Work request —
Find the lines of the material below that include the string "moved", then copy each one.
# # #
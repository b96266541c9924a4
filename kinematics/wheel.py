"""One corner of a car as data: the mechanism, its wheel, its spring, the vehicle around it.

Knows no solver. Frames, signs and names follow ISO 8855:2011 where it defines them: x forward, y left,
z up, mm; camber positive with the top outboard and toe positive with the front inboard (the trade's signs).
"""

from __future__ import annotations

from dataclasses import dataclass
from difflib import get_close_matches
from typing import Literal

import numpy as np

from knucklepath.kinematics.errors import MechanismError
from knucklepath.kinematics.mechanism import CARRIER_ALIASES, CHASSIS, Array, Mechanism

UP = np.array([0.0, 0.0, 1.0])


def wheel_down(spin_axis: Array) -> Array:
    """Unit vector in the wheel plane that points down.

    Parameters
    ----------
    spin_axis : (..., 3) unit vectors.

    Returns
    -------
    (..., 3) unit vectors ``d = −(z − (z·s)s)/|z − (z·s)s|``; nan where the spin axis is vertical.
    """
    s_z = spin_axis[..., 2]
    level = np.sqrt(spin_axis[..., 0] ** 2 + spin_axis[..., 1] ** 2)
    with np.errstate(invalid="ignore", divide="ignore"):
        down = spin_axis * (s_z / level)[..., None]
        down[..., 2] = -level
        down[level == 0.0] = np.nan
    return down


@dataclass(frozen=True)
class Wheel:
    """The wheel at the design position. Lengths in mm, angles in degrees; ``centre`` is (3,).

    ``tyre_radius`` is the free outer radius, for clearance (None: the loaded radius).
    """

    centre: Array
    loaded_radius: float
    camber_deg: float = 0.0
    toe_deg: float = 0.0
    tyre_radius: float | None = None
    tyre_width: float | None = None
    rim_diameter: float | None = None

    def __post_init__(self) -> None:
        object.__setattr__(self, "centre", np.asarray(self.centre, dtype=float))

    @property
    def spin_axis(self) -> Array:
        """(3,) unit vector pointing outboard: (cos γ sin δ, cos γ cos δ, −sin γ)."""
        camber, toe = np.radians(self.camber_deg), np.radians(self.toe_deg)
        return np.array([np.cos(camber) * np.sin(toe), np.cos(camber) * np.cos(toe), -np.sin(camber)])

    @property
    def contact(self) -> Array:
        """(3,) contact point at the design position, mm."""
        return self.centre + self.loaded_radius * wheel_down(self.spin_axis)

    @property
    def outer_radius(self) -> float:
        """Radius of the tyre for clearance, mm."""
        return self.loaded_radius if self.tyre_radius is None else self.tyre_radius


@dataclass(frozen=True)
class Spring:
    """A straight spring-damper unit: ``chassis`` and ``moving`` (3,) mm, ``moving`` fixed to the body ``on``."""

    chassis: Array
    moving: Array
    on: str
    shortest: float | None = None
    longest: float | None = None
    rate_n_per_mm: float | None = None
    preload_n: float | None = None

    def __post_init__(self) -> None:
        object.__setattr__(self, "chassis", np.asarray(self.chassis, dtype=float))
        object.__setattr__(self, "moving", np.asarray(self.moving, dtype=float))


@dataclass(frozen=True)
class Vehicle:
    """The car around the corner: lengths in mm, shares 0…1 of the whole car. None where not given."""

    wheelbase: float | None = None
    centre_of_gravity_height: float | None = None
    front_brake_share: float | None = None
    front_drive_share: float | None = None


@dataclass(frozen=True)
class Corner:
    """A left corner ready to be moved.

    Attributes
    ----------
    mechanism : bodies, joints, inputs "travel" and, where it steers, "rack".
    wheel : at the design position.
    carrier : the body that carries the wheel.
    steering_axis : names of the lower and upper steering ball joint, or None (virtual axis).
    axle : "front" or "rear".
    spring, vehicle : None where not given.
    """

    mechanism: Mechanism
    wheel: Wheel
    carrier: str = "knuckle"
    steering_axis: tuple[str, str] | None = None
    axle: Literal["front", "rear"] = "front"
    spring: Spring | None = None
    vehicle: Vehicle | None = None

    @property
    def steered(self) -> bool:
        """True when the mechanism has a rack input."""
        return any(item.name == "rack" for item in self.mechanism.inputs)

    @property
    def body_names(self) -> tuple[str, ...]:
        """Every name that a part may stand on: the mechanism's bodies and the aliases "knuckle" and "wheel"."""
        names = self.mechanism.body_names
        return (*names, *(alias for alias in CARRIER_ALIASES if alias not in names))

    def body(self, name: str) -> str:
        """Name of the mechanism's body that ``name`` means; "knuckle" and "wheel" mean the carrier.

        Raises
        ------
        MechanismError : no such body; the message gives the nearest name.
        """
        if name in self.mechanism.body_names:
            return name
        if name in CARRIER_ALIASES:
            return self.carrier
        near = get_close_matches(name, self.body_names, n=1)
        hint = f"did you mean '{near[0]}'? " if near else ""
        raise MechanismError(f"there is no body '{name}'; {hint}Bodies: {', '.join(self.body_names)}", body=name)

    def point(self, name: str) -> Array:
        """(..., 3) design position of a named point of the mechanism, mm."""
        return self.mechanism.points[name]

    def joined(self, a: str, b: str) -> bool:
        """True when two bodies share a joint or are one body. "wheel" is joined to its carrier only."""
        if a == b:
            return True
        if "wheel" in (a, b):
            other = b if a == "wheel" else a
            return self.body(other) == self.carrier and other != CHASSIS
        return self.body(a) == self.body(b) or frozenset((self.body(a), self.body(b))) in self.mechanism.neighbours()
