"""Joint equations with exact derivatives, and Newton's method on all poses at once.

Knows bodies and joints, no layout: whatever ``Mechanism`` declares is solved the same way. The pose axis is
last throughout (see ``tree.py``). Residuals are in mm: turned directions are weighted with the mechanism's size.
"""

from __future__ import annotations

from collections.abc import Mapping
from dataclasses import dataclass
from functools import cached_property

import numpy as np
from numpy.typing import NDArray

from knucklepath.kinematics.linear import PivotOrder, pivot_order, solve_many
from knucklepath.kinematics.mechanism import (
    CHASSIS,
    Ball,
    CoordinateInput,
    Fixed,
    Hinge,
    Joint,
    Mechanism,
    PointInput,
    PointOnLine,
    Rod,
)
from knucklepath.kinematics.tree import Frame, State, Tree, cross_first, dot_first

Array = NDArray[np.float64]

#: What every joint of an accepted pose keeps to, mm (or the mechanism's own unit).
ACCEPTED_RESIDUAL = 1e-9
#: What Newton aims at: an order below, so that rounding of the last step does not matter.
SOUGHT_RESIDUAL = 1e-10
#: Newton doubles its digits at each step; a start that needs more than this is a poor one.
MOST_STEPS = 12


@dataclass(frozen=True)
class Evaluation:
    """Residuals (equations, B), their Jacobian (equations, columns, B), and the frames they were taken at."""

    residual: Array
    jacobian: Array
    frames: dict[str, Frame]

    @property
    def error(self) -> Array:
        """Largest residual of each pose, (B,), mm."""
        return np.asarray(np.abs(self.residual).max(axis=0))


@dataclass(frozen=True)
class Workspace:
    """The large arrays of Newton's method, one piece of memory that all its steps write over.

    residual (equations, B); jacobian (equations, columns, B); elimination (equations, unknowns + right sides, B).
    """

    residual: Array
    jacobian: Array
    elimination: Array


@dataclass(frozen=True)
class Corrected:
    """What Newton made of a start.

    state; error (B,) largest residual, mm; determinant (B,) of the Jacobian; rates (unknowns, inputs, B) per
    unit of each input; moved (B,) how far the coordinates went, mm.
    """

    state: State
    error: Array
    determinant: Array
    rates: Array
    moved: Array

    @property
    def converged(self) -> NDArray[np.bool_]:
        """(B,) poses whose every joint closes."""
        return np.asarray(self.error <= ACCEPTED_RESIDUAL)

    def take(self, index: NDArray[np.intp]) -> Corrected:
        """Return some of the poses, or one of them several times."""
        return Corrected(
            self.state.take(index),
            self.error[index],
            self.determinant[index],
            self.rates[..., index],
            self.moved[index],
        )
# # #
Task answer —
    """A left corner ready to be moved.
    unit of each input; moved (B,) how far the coordinates went, mm.
    moved: Array
            self.moved[index],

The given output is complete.